I glue the piss out and screw off the same as 1/2 ..2 screws in the field. 1 1/4'' screws. 1 1/2'' screws what evers in the truck.:whistling2:

I would never pull a screw from ANY ceiling board.


----------



## chris

It is code to have 3 in field for screws here, walls and ceilings. 1 1/4" screws are acceptible but I personally will use 1 5/8" screws:thumbsup: My supply doesnt stock 1 1/2" or 1 3/8" screws?? Says they dont make??


----------



## moore

chris said:


> It is code to have 3 in field for screws here, walls and ceilings. 1 1/4" screws are acceptible but I personally will use 1 5/8" screws:thumbsup: My supply doesnt stock 1 1/2" or 1 3/8" screws?? Says they dont make??


MY bad....1 1/4''  I swear I've used 1 3/8'' screws before tho.


----------



## gordie

moore said:


> All trusses set 24 oc should be hung with 5/8s IMO.
> Some countys here It's code. Should be code state wide.
> 
> I glue the piss out and screw off the same as 1/2 ..2 screws in the field. 1 1/4'' screws. 1 1/2'' screws what evers in the truck.:whistling2:
> 
> I would never pull a screw from ANY ceiling board.


 Ya i read on here thats guys do it,, doesn't make sense to me way to much hassle and I'm sure it's wrong but to each his own.

And i can't see myself glue'n a lid neither screws are what they call for glue would be messy:jester:

3 in the field is right every 8 is for outside exterior my bad.


----------



## RocknRoller

Not doing res all he time, but when we do its 1 1/4 and 3 in field.


----------



## SlimPickins

moore said:


> MY bad....1 1/4''  I swear I've used 1 3/8'' screws before tho.


That's the length of nails I use. 

I know, I know.....no nails for you. If it means anything though, the nails last forever........I buy a box every 15 houses, as opposed to screws where you generally plow though a box per house.


----------



## moore

gordie said:


> Ya i read on here thats guys do it,, doesn't make sense to me way to much hassle and I'm sure it's wrong but to each his own.
> 
> And i can't see myself glue'n a lid neither screws are what they call for glue would be messy:jester:
> 
> 3 in the field is right every 8 is for outside exterior my bad.


 Do you start drinking at 8 am?

Glue is not messy! Eliminating screw pops Is not wrong..That's what kills me with you animals You have never dealt with the hassle of a call back...You get paid and your done..While the d/c sits on pins and needles for a year or so ..Every home I sub the hanging out on ..I have to spend a full day polishing before I can even start the tape coat....I've said it before...And i'm right! hangers/ Finishers that hang there own board have very little issues down the road..:yes:


----------



## drywall guy158

moore said:


> Do you start drinking at 8 am?
> 
> Glue is not messy!
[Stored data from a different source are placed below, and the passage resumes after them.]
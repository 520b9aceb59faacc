import fc from "fast-check";
import { describe, expect, it, vi } from "vitest";
import { AppError } from "@/domain/errors";
import { blockAt, MINUTES_PER_DAY, spansOf } from "./schedule";
import { addBlock, changeSpan, mergeBlock, moveBlock, splitBlock } from "./schedule-edit";

vi.setConfig({ testTimeout: 60_000 });

type Rate = { startMinute: number; rate: number };
const rates = (...pairs: [number, number][]): Rate[] => pairs.map(([startMinute, rate]) => ({ startMinute, rate }));
const DAY = rates([0, 5], [240, 15], [480, 10]);
const refusal = (code: string) => expect.objectContaining({ code }) as Error;

describe("editing a schedule", () => {
  it("adds a block in its place", () => {
    expect(addBlock(DAY, { startMinute: 300, rate: 7 })).toEqual(rates([0, 5], [240, 15], [300, 7], [480, 10]));
    expect(() => addBlock(DAY, { startMinute: 240, rate: 7 })).toThrow(refusal("INVALID_INPUT"));
  });

  it("splits a block into two of the same value", () => {
    expect(splitBlock(DAY, 360)).toEqual(rates([0, 5], [240, 15], [360, 15], [480, 10]));
    expect(() => splitBlock(DAY, 240)).toThrow(refusal("INVALID_INPUT"));
    expect(() => splitBlock(DAY, 1440)).toThrow(refusal("INVALID_RANGE"));
  });

  it("merges a block into the one before", () => {
    expect(mergeBlock(DAY, 240)).toEqual(rates([0, 5], [480, 10]));
    expect(() => mergeBlock(DAY, 0)).toThrow(refusal("INVALID_INPUT"));
    expect(() => mergeBlock(DAY, 241)).toThrow(refusal("NOT_FOUND"));
  });

  it("moves a start between its neighbours and no further", () => {
    expect(moveBlock(DAY, 240, 300)).toEqual(rates([0, 5], [300, 15], [480, 10]));
    expect(() => moveBlock(DAY, 240, 480)).toThrow(refusal("INVALID_INPUT"));
    expect(() => moveBlock(DAY, 240, 0)).toThrow(refusal("INVALID_INPUT"));
    expect(() => moveBlock(DAY, 0, 60)).toThrow(refusal("INVALID_INPUT"));
    expect(() => moveBlock(DAY, 1, 60)).toThrow(refusal("NOT_FOUND"));
  });

  it("changes a part of the day, across blocks, and leaves the rest", () => {
    const change = (block: Rate) => ({ ...block, rate: block.rate + 1 });
    expect(changeSpan(DAY, 120, 300, change)).toEqual(rates([0, 5], [120, 6], [240, 16], [300, 15], [480, 10]));
    expect(changeSpan(DAY, 480, 1440, change)).toEqual(rates([0, 5], [240, 15], [480, 11]));
    expect(changeSpan(DAY, 0, 1440, change)).toEqual(rates([0, 6], [240, 16], [480, 11]));
  });

  it.each([
    [300, 300],
    [300, 200],
    [-1, 60],
    [0, 1441],
  ])("refuses the part from %s to %s", (from, to) => {
    expect(() => changeSpan(DAY, from, to, (block) => block)).toThrow(refusal("INVALID_RANGE"));
  });

  it("leaves what it was handed untouched", () => {
    const before = structuredClone(DAY);
    addBlock(DAY, { startMinute: 60, rate: 1 });
    mergeBlock(DAY, 240);
    moveBlock(DAY, 240, 250);
    changeSpan(DAY, 0, 60, (block) => ({ ...block, rate: 0 }));
    expect(DAY).toEqual(before);
  });

  const minute = fc.integer({ min: 0, max: 1439 });
  const edit = fc.oneof(
    fc.record({ kind: fc.constant("add" as const), a: minute, b: fc.integer({ min: 0, max: 40 }) }),
    fc.record({ kind: fc.constantFrom("split", "merge" as const), a: minute, b: minute }),
    fc.record({ kind: fc.constantFrom("move", "span" as const), a: minute, b: minute }),
  );

  function applied(schedule: Rate[], { kind, a, b }: { kind: string; a: number; b: number }): Rate[] {
    const start = schedule[a % schedule.length]?.startMinute ?? 0;
    if (kind === "add") return addBlock(schedule, { startMinute: a, rate: b });
    if (kind === "split") return splitBlock(schedule, a);
    if (kind === "merge") return mergeBlock(schedule, start);
    if (kind === "move") return moveBlock(schedule, start, b);
    return changeSpan(schedule, Math.min(a, b), Math.max(a, b), (block) => ({ ...block, rate: block.rate + 1 }));
  }

  it("covers 24 hours without overlap after any sequence of edits, or refuses the edit", () => {
    fc.assert(
      fc.property(fc.array(edit, { maxLength: 20 }), minute, (edits, probe) => {
        let schedule = DAY;
        for (const each of edits) {
          try {
            schedule = applied(schedule, each);
          } catch (error) {
            expect(error).toBeInstanceOf(AppError);
          }
          const spans = spansOf(schedule);
          expect(spans.reduce((sum, { fromMinute, toMinute }) => sum + toMinute - fromMinute, 0)).toBe(MINUTES_PER_DAY);
        }
        expect(blockAt(schedule, probe).rate).toBeGreaterThanOrEqual(0);
      }),
      { numRuns: 10_000 },
    );
  });
});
Eliminating screw pops Is not wrong..That's what kills me with you animals You have never dealt with the hassle of a call back...You get paid and your done..While the d/c sits on pins and needles for a year or so ..Every home I sub the hanging out on ..I have to spend a full day polishing before I can even start the tape coat....I've said it before...And i'm right! hangers/ Finishers that hang there own board have very little issues down the road..:yes:


you are correct and thats why if i dont hang it i dont warranty it, and i will not give a finish $$$$ until board is up if hung by someone else. screw clicks piss me off !!!


----------



## gordie

moore said:


> Do you start drinking at 8 am?
> 
> Glue is not messy! Eliminating screw pops Is not wrong..That's what kills me with you animals You have never dealt with the hassle of a call back...You get paid and your done..While the d/c sits on pins and needles for a year or so ..Every home I sub the hanging out on ..I have to spend a full day polishing before I can even start the tape coat....I've said it before...And i'm right! hangers/ Finishers that hang there own board have very little issues down the road..:yes:


 Wow man i realize taping can be hard work but a 5/8's lid usually means its fire rate and on walls or lids fire rate has to be screwed 3 in the field that's just the way it is.:yes:

Now i do like to have a beer or 3 after work that dosen't have anything to do with getting a lid done i do that every day and i use glue everyday on interior walls what it is for.

That's how i was taught it's how most people do it out where i am if that makes me an animal i guess so i thought doing the two 25' high buy 70' long double layer 5/8's wall i did on the weekend made me an animal
9200 board ft at 40c per not bad for 60 man hours :brows:


----------



## gordie

I Don't think glue is messy just putting it on a lid dose'nt make sense can't do it on polly lids and you can't do it on lids that separate units the only place you could do it is on main floors and basements but that just don't make sense to this animal:devil2:


----------



## gordie

I guess i was wrong by the sound of it you glue your lid and screw. 

Well i can see that working good for your pop outs i thought you wanted to take those screws out witch like i said before im sure is wrong but with both u would have a better bond no dought .

But until i get the order to do both i will just be screwing them off i do new construction only,, and no taper i know gets call backs its no different for them than me.. 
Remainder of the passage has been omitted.